Если брать подлинную философию, то она никогда не была непосредственно совместима со своей современностью. Часто думают, что философия, вершившаяся в городах — полисах Древней Греции, как никогда в иные исторические эпохи была достоянием современности; с этим связана и та ностальгия по «золотому веку» философии, которая угадывается в сочинениях многих философов, живших после падения античной цивилизации. Но замечу, что та же современность вынесла смертный приговор Сократу, почти довела до самоубийства Аристотеля, а затем преследовала Б. Спинозу, запретила И. Канту высказываться в вопросах, касающихся бытия Бога, искушала М. Хайдеггера возвысить окружающее до своих идей, отправила из одной современности в другую «философский пароход», довела А. Ф. Лосева до «описания надежных связей античной философии с общественно — историческими формациями» и т. д. Зачастую чем более оригинален в своей мысли был философ, тем более неприемлема она была для его современности. Если внимательно обратиться к античной культуре, можно усмотреть, что уже у своих истоков философия была не чем иным, как вызовом своей современности. Ведь философия — была не мудростью, как то полагают многие, смотрящие на философию со стороны, а стремлением к мудрости. Зачем античная мысль нуждалась в стремящихся к мудрости (философах), коль скоро были мудрецы (софисты)? Да и что вообще способен доказать стремящийся к чему — то тому, кто уже обладает (пусть и мнимо) предметом его стремления?

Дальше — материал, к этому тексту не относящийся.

use tussock_language::facts::Page;

use super::Function;
use crate::evaluate::vector::Vector;

/// `missing`
pub(super) struct Missing;

static PAGE: Page = Page {
    name: "missing",
    summary: "missing(a): whether the value is missing",
    text: include_str!("missing.md"),
};

impl Function for Missing {
    fn page(&self) -> &'static Page {
        &PAGE
    }

    fn call(&self, arguments: &[Vector]) -> Result<Vector, String> {
        match arguments {
            [Vector::Number(values)] => {
                Ok(Vector::truth(values.iter().map(|value| Some(value.is_nan()))))
            }
            [Vector::Text(values)] => {
                Ok(Vector::truth(values.iter().map(|value| Some(value.is_none()))))
            }
            [Vector::Truth(values)] => {
                Ok(Vector::truth(values.iter().map(|value| Some(value.is_none()))))
            }
            _ => Err(format!("takes one argument, here are {}", arguments.len())),
        }
    }
}
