use tussock_language::facts::Page;

use super::{Function, rowwise};
use crate::evaluate::vector::Vector;

/// `sum`
pub(super) struct Sum;

static PAGE: Page = Page {
    name: "sum",
    summary: "sum(a, b, ...): the sum in each row",
    text: include_str!("sum.md"),
};

impl Function for Sum {
    fn page(&self) -> &'static Page {
        &PAGE
    }

    fn call(&self, arguments: &[Vector]) -> Result<Vector, String> {
        rowwise(arguments, |row| row.iter().sum())
    }
}
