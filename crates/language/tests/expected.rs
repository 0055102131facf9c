//! What may stand at a cursor, shown as `¦`.

use tussock_language::span::Span;
use tussock_language::syntax::{Expectation, Expected, expected_at};

#[track_caller]
fn at(marked: &str) -> Expectation {
    let offset = marked.find('¦').expect("the text has a cursor");
    let text = marked.replacen('¦', "", 1);
    expected_at(&text, Span::new(0, text.len()), offset)
}

fn shown(expectation: &Expectation) -> Vec<String> {
    let one = |expected: &Expected| match expected {
        Expected::Verb => "verb".to_owned(),
        Expected::Slot(slot) => slot.noun.to_owned(),
        Expected::Clause(clause) => format!("{} ...", clause.name()),
        Expected::Word(word) => (*word).to_owned(),
        Expected::Sign(sign) => (*sign).to_owned(),
        Expected::Column => "column".to_owned(),
        Expected::Level(column) => format!("level of {column}"),
        Expected::Operand => "operand".to_owned(),
        Expected::Operator => "operator".to_owned(),
        Expected::Key(path) => format!("key of {}", path.join(".")),
    };
    expectation.expected.iter().map(one).collect()
}

#[track_caller]
fn check(marked: &str, expected: &[&str]) {
    let expectation = at(marked);
    assert_eq!(shown(&expectation), expected, "{marked}");
}

#[test]
fn a_statement_starts_with_a_verb() {
    check("¦", &["verb"]);
    check("sh¦", &["verb"]);
    check("show groups of main\n¦", &["verb"]);
    check("  show groups of main\n  ¦", &["verb"]);
    check("# a comment\nre¦ad", &["verb"]);
}

#[test]
fn slots_come_in_their_order() {
    check("show ¦", &["a view"]);
    check("show gr¦", &["a view"]);
    check("show groups of ¦", &["a comparison"]);
    check("compare ¦", &["an outcome"]);
    check("compare a, ¦ across f in t as m", &["an outcome"]);
    check("read ¦", &["sample", "a file"]);
    check("read sample ¦", &["a sample"]);
    check("levels crew¦", &["a factor"]);
    check("label crew.¦", &["column"]);
    check("label crew.mood \"Mood\" better ¦", &["a direction"]);
    check("pin main.¦", &["key of main"]);
    check("pin main.omnibus.pi¦ at 3", &["key of main.omnibus"]);
    check("derive t.x ¦", &["="]);
}

#[test]
fn only_clauses_that_are_still_open_are_offered() {
    check("compare a across f ¦", &[",", "in ...", "where ...", "as ..."]);
    check("compare a ¦ across f as m", &[",", "in ...", "where ..."]);
    check("compare a across f in t\n  ¦\n  as m", &["where ..."]);
    check("levels t.f a merging \"b\" into a ¦", &["merging ..."]);
    check("levels t.f a merging \"b\" ¦", &[",", "into"]);
    let clauses = shown(&at("show groups of main alpha .05 ¦"));
    assert!(clauses.contains(&"scores alpha ...".to_owned()), "{clauses:?}");
    assert!(!clauses.contains(&"alpha ...".to_owned()), "{clauses:?}");
}

#[test]
fn a_clause_that_is_being_typed_is_offered_itself() {
    check("compare a acr¦", &[",", "across ...", "in ...", "where ...", "as ..."]);
    check("compare a across¦ f", &[",", "across ...", "in ...", "where ...", "as ..."]);
}

#[test]
fn expressions_expect_values_and_operators() {
    check("admit t where ¦", &["a condition", "operand"]);
    check("admit t where a ¦", &["operator", "as ...", "because ..."]);
    check("admit t where a = ¦", &["level of a", "operand"]);
    check("admit t where f in [¦", &["level of f"]);
    check("admit t where f in [x, y¦", &["level of f"]);
    check("derive t.x = if a ¦", &["operator", "then"]);
    check("derive t.x = log(¦", &["operand"]);
}

#[test]
fn the_table_is_known_wherever_it_is_named() {
    let expectation = at("compare a, ¦\n  across f in crew as m\nshow groups of m");
    assert_eq!(expectation.table.as_deref(), Some("crew"));
    let expectation = at("levels `my crew`.`on duty` ¦");
    assert_eq!(expectation.table.as_deref(), Some("my crew"));
    assert_eq!(expectation.column.as_deref(), Some("on duty"));
    assert_eq!(at("show groups of m\ncompare ¦").table, None);
}

#[test]
fn the_word_that_is_typed_is_known() {
    let text = "show grö¦up of m";
    assert_eq!(at(text).word, Span::new(5, 11));
    assert_eq!(at("show `two w¦ords` of m").word, Span::new(5, 16));
    assert!(at("read \"da¦ta.csv\" as t").in_text);
    assert!(at("write \"so {{main.¦").in_text);
    assert!(!at("read \"data.csv\"¦ as t").in_text);
    assert!(at("show a of b # al¦low").in_text);
}

#[test]
fn any_offset_has_an_answer() {
    let text = "read \"🦭.csv\" as `ö\r\nshow é of ";
    for offset in 0..text.len() + 5 {
        let _ = expected_at(text, Span::new(0, text.len()), offset);
    }
}
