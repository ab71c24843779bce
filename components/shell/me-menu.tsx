import Link from "next/link";
import type { ReactNode } from "react";
import { KeysToggle } from "@/components/shell/keys-toggle";
import { NightToggle } from "@/components/shell/night-toggle";
import type { PlaceView } from "@/components/shell/places";

const MENU_ID = "me-menu";

export interface MeMenuProps {
  name: string;
  initials: string;
  shopName: string;
  /** Places that the bar has no room for. */
  places: readonly PlaceView[];
  signOut: string | ReactNode;
}

/** The person's own corner: account, night shift, keys, sign out. */
export function MeMenu({ name, initials, shopName, places, signOut }: MeMenuProps) {
  return (
    <>
      <button type="button" className="me" popoverTarget={MENU_ID} aria-label={`${name}, menu`}>
        <span aria-hidden="true">{initials}</span>
      </button>
      <div id={MENU_ID} popover="auto" className="me-menu" role="group" aria-label="Your menu">
        <p className="me-menu__who">
          <strong>{name}</strong>
          <br />
          {shopName}
        </p>
        {places.map((place) => (
          <Link key={place.slug} className="me-menu__row" href={place.href}>
            {place.title}
          </Link>
        ))}
        <Link className="me-menu__row" href="/account">
          Account
        </Link>
        <NightToggle />
        <KeysToggle />
        {typeof signOut === "string" ? (
          <a className="me-menu__row" href={signOut}>
            Sign out
          </a>
        ) : (
          signOut
        )}
      </div>
    </>
  );
}
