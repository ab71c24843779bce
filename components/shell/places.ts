import type { Role } from "@/lib/cases/case-words";
import type { GlyphName } from "@/components/ui/glyph-names";

interface PlaceEntry {
  slug: string;
  title: string;
  href: string;
  glyph: GlyphName;
  roles: readonly Role[];
  /** False: it stands in the Go-to sheet and not in the desktop bar, which is full. */
  bar?: boolean;
}

/** Where one can go, in the order of the bar. A person with several roles sees the places of all of them. */
export const PLACES = [
  { slug: "today", title: "Today", href: "/", glyph: "mark", roles: ["plater", "trainee", "senior", "owner"] },
  { slug: "snap", title: "Snap", href: "/cases/snap", glyph: "ui-camera", roles: ["plater", "trainee"] },
  {
    slug: "second-look",
    title: "Second look",
    href: "/cases/second-look",
    glyph: "ui-eye",
    roles: ["senior", "owner"],
  },
  { slug: "rework", title: "Rework", href: "/cases/rework", glyph: "ui-again", roles: ["plater", "senior", "owner"] },
  {
    slug: "casebook",
    title: "Casebook",
    href: "/cases",
    glyph: "ui-hold-tag",
    roles: ["plater", "trainee", "senior", "owner"],
  },
  {
    slug: "library",
    title: "Library",
    href: "/library",
    glyph: "ui-library",
    roles: ["plater", "trainee", "senior", "owner"],
  },
  {
    slug: "practice",
    title: "Practice",
    href: "/practice",
    glyph: "station-inspect",
    roles: ["plater", "trainee", "senior"],
  },
  {
    slug: "metals",
    title: "Part check",
    href: "/metals/check",
    glyph: "ui-part",
    roles: ["plater", "trainee", "senior", "owner"],
    bar: false,
  },
  { slug: "strip", title: "Strip", href: "/costs/strip", glyph: "station-strike", roles: ["senior", "owner"] },
  { slug: "ledger", title: "Ledger", href: "/costs", glyph: "ui-money", roles: ["owner"] },
  { slug: "crew", title: "Crew", href: "/crew", glyph: "ui-crew", roles: ["owner"] },
] as const satisfies readonly PlaceEntry[];

export type PlaceSlug = (typeof PLACES)[number]["slug"];

export interface PlaceView {
  slug: PlaceSlug;
  title: string;
  href: string;
  glyph: GlyphName;
  isInBar: boolean;
  /** How much waits there. */
  count?: number;
}

/** How much waits in which place; a place without a count shows none. */
export type PlaceCounts = Partial<Record<PlaceSlug, number>>;

/** The places of a person with these roles, in the order of the bar. */
export function placesFor(roles: readonly Role[], counts: PlaceCounts = {}): PlaceView[] {
  const places: readonly (PlaceEntry & { slug: PlaceSlug })[] = PLACES;
  return places
    .filter((place) => place.roles.some((role) => roles.includes(role)))
    .map((place) => ({
      slug: place.slug,
      title: place.title,
      href: place.href,
      glyph: place.glyph,
      isInBar: place.bar ?? true,
      count: counts[place.slug],
    }));
}
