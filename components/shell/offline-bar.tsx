"use client";

import { useSyncExternalStore } from "react";

function subscribe(changed: () => void): () => void {
  window.addEventListener("online", changed);
  window.addEventListener("offline", changed);
  return () => {
    window.removeEventListener("online", changed);
    window.removeEventListener("offline", changed);
  };
}

/** The bus bar. It opens when the signal goes, and says what that means. */
export function OfflineBar() {
  const online = useSyncExternalStore(
    subscribe,
    () => navigator.onLine,
    () => true,
  );
  return <BusBar open={!online} />;
}

/** Drawn here and not taken from the sprite: it must show when the sprite cannot be fetched. */
function NoSignal() {
  return (
    <svg className="g" viewBox="0 0 24 24" fill="none" aria-hidden="true">
      <path
        stroke="currentColor"
        strokeWidth="1.9"
        strokeLinecap="round"
        strokeLinejoin="round"
        d="M3.5 9.6C5 8.2 6.7 7.1 8.6 6.5M20.5 9.6C18.2 7.4 15.2 6.1 12 6M7 13.3C7.9 12.5 8.9 11.9 10 11.5M17 13.3C16.3 12.6 15.5 12.1 14.6 11.7M4 3.5L20 20.5"
      />
      <circle cx="12" cy="17.6" r="1.7" fill="currentColor" />
    </svg>
  );
}

/** The bar in either state, for the gallery and for screens that know more about the signal. */
export function BusBar({ open, words }: { open: boolean; words?: string }) {
  return (
    <>
      <div className={open ? "busbar busbar--open" : "busbar"} aria-hidden="true" />
      <div role="status">
        {open && (
          <p className="offline">
            <NoSignal />
            {words ?? "No signal. What is on this screen stays. Snaps and photos go up by themselves when it is back."}
          </p>
        )}
      </div>
    </>
  );
}
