import fc from "fast-check";
import { describe, expect, it } from "vitest";
import { wilsonInterval } from "@/lib/stats/wilson";

describe("the interval of a share", () => {
  // Newcombe, Statistics in Medicine 17 (1998) 857, Table I, method 3; R package binom, binom.confint wilson.
  const PUBLISHED = [
    [81, 263, 0.2553, 0.3662, 4],
    [0, 20, 0, 0.1611, 4],
    [18, 20, 0.6989664, 0.9721335, 7],
    [4, 200, 0.0078044, 0.0502871, 7],
    [0, 30, 0, 0.1135134, 7],
    [30, 30, 0.8864866, 1, 7],
  ] as const;
  it.each(PUBLISHED)("%i of %i: %f to %f", (count, total, low, high, digits) => {
    const interval = wilsonInterval(count, total);
    expect(interval.low).toBeCloseTo(low, digits);
    expect(interval.high).toBeCloseTo(high, digits);
  });

  it("holds the share seen, stays within 0 and 1, mirrors good and bad, and narrows with more parts", () => {
    fc.assert(
      fc.property(fc.integer({ min: 1, max: 5000 }), fc.double({ min: 0, max: 1, noNaN: true }), (total, part) => {
        const count = Math.round(part * total);
        const { low, high } = wilsonInterval(count, total);
        expect(low).toBeGreaterThanOrEqual(0);
        expect(high).toBeLessThanOrEqual(1);
        expect(low).toBeLessThanOrEqual(count / total);
        expect(high).toBeGreaterThanOrEqual(count / total);
        const mirror = wilsonInterval(total - count, total);
        expect(mirror.low).toBeCloseTo(1 - high, 9);
        const more = wilsonInterval(count * 4, total * 4);
        expect(more.high - more.low).toBeLessThan(high - low);
        const surer = wilsonInterval(count, total, "99");
        expect(surer.high - surer.low).toBeGreaterThan(high - low);
      }),
    );
  });

  it("knows nothing without parts, and refuses impossible counts by name", () => {
    expect(wilsonInterval(0, 0)).toEqual({ low: 0, high: 1 });
    expect(() => wilsonInterval(3, 2)).toThrow(expect.objectContaining({ field: "count" }));
    expect(() => wilsonInterval(-1, 2)).toThrow(expect.objectContaining({ field: "count" }));
    expect(() => wilsonInterval(0, 2.5)).toThrow(expect.objectContaining({ field: "total" }));
  });
});
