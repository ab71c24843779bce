import type { GlyphName } from "@/components/ui/glyph-names";

interface MainActionWords {
  label: string;
  glyph?: GlyphName;
  keyCap?: string;
}

/** A screen's one main action: it goes somewhere, or it submits the form with that id. */
export type MainAction = MainActionWords & ({ href: string } | { form: string });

Часто полагают, что заслуга античных философов состояла в том, чтобы доказать софистам, что полное обладание чем — либо является мнимостью и в принципе недостижимо. Такой взгляд на природу взаимоотношения софистики и философии отчасти подтверждается и дальнейшей традицией, до бесконечности шлифующей три отношения «стремящихся» к «обладающим»: скептицизм, нигилизм и критицизм. Однако было бы неверно сводить природу философской деятельности только лишь к этим трем формам отношения к знанию. Важнее, мне кажется, понять, почему в античной мысли само «знание» стало предметом дискуссий. Нельзя не обращать внимания на то, что разговоры Сократа со своими «мудрыми» современниками часто сводятся к тому, что важнее не только и не столько знать, сколько суметь ответить на вопрос о том, ради чего знать «это» и вообще «знать».

Только бы, друг мой, не надул нас софист, выхваляя то, что продает, как те купцы или разносчики, что торгуют телесною пищей. Потому что и сами они не знают, что в развозимых ими товарах полезно, а что вредно для тела, но расхваливают все ради продажи, и покупающие у них этого не знают, разве случится кто — нибудь сведущий в гимнастике или врач. Так же и те, что развозят знания по городам и продают их оптом и в розницу всем желающим, хоть они и выхваляют все, чем торгуют, но, может быть, друг мой, из них некоторые и не знают толком, хорошо ли то, что они продают, или плохо для души; и точно так же не знают и покупающие у них, разве что случится кто — нибудь сведущий во врачевании души. Так вот, если ты знаешь, что здесь полезно, а что — нет, тогда тебе не опасно приобретать знания и у Протагора, и у кого бы то ни было другого; если же нет, то смотри, друг мой, как бы не проиграть самого для тебя дорогого. Ведь гораздо больше риска в приобретении знаний, чем в покупке съестного. Съестное — то и напитки, купив их у торговца или разносчика, ты можешь унести в сосудах, и, прежде чем принять в свое тело в виде еды и питья, их можно хранить дома и посоветоваться со знающим человеком, что следует есть или пить и чего не следует, а также сколько и в какое время. При такой покупке риск не велик. Знания же нельзя унести в сосуде, а поневоле придется, уплатив цену, принять их в собственную душу и, научившись чему — нибудь, уйти либо с ущербом для себя, либо с пользой.[354]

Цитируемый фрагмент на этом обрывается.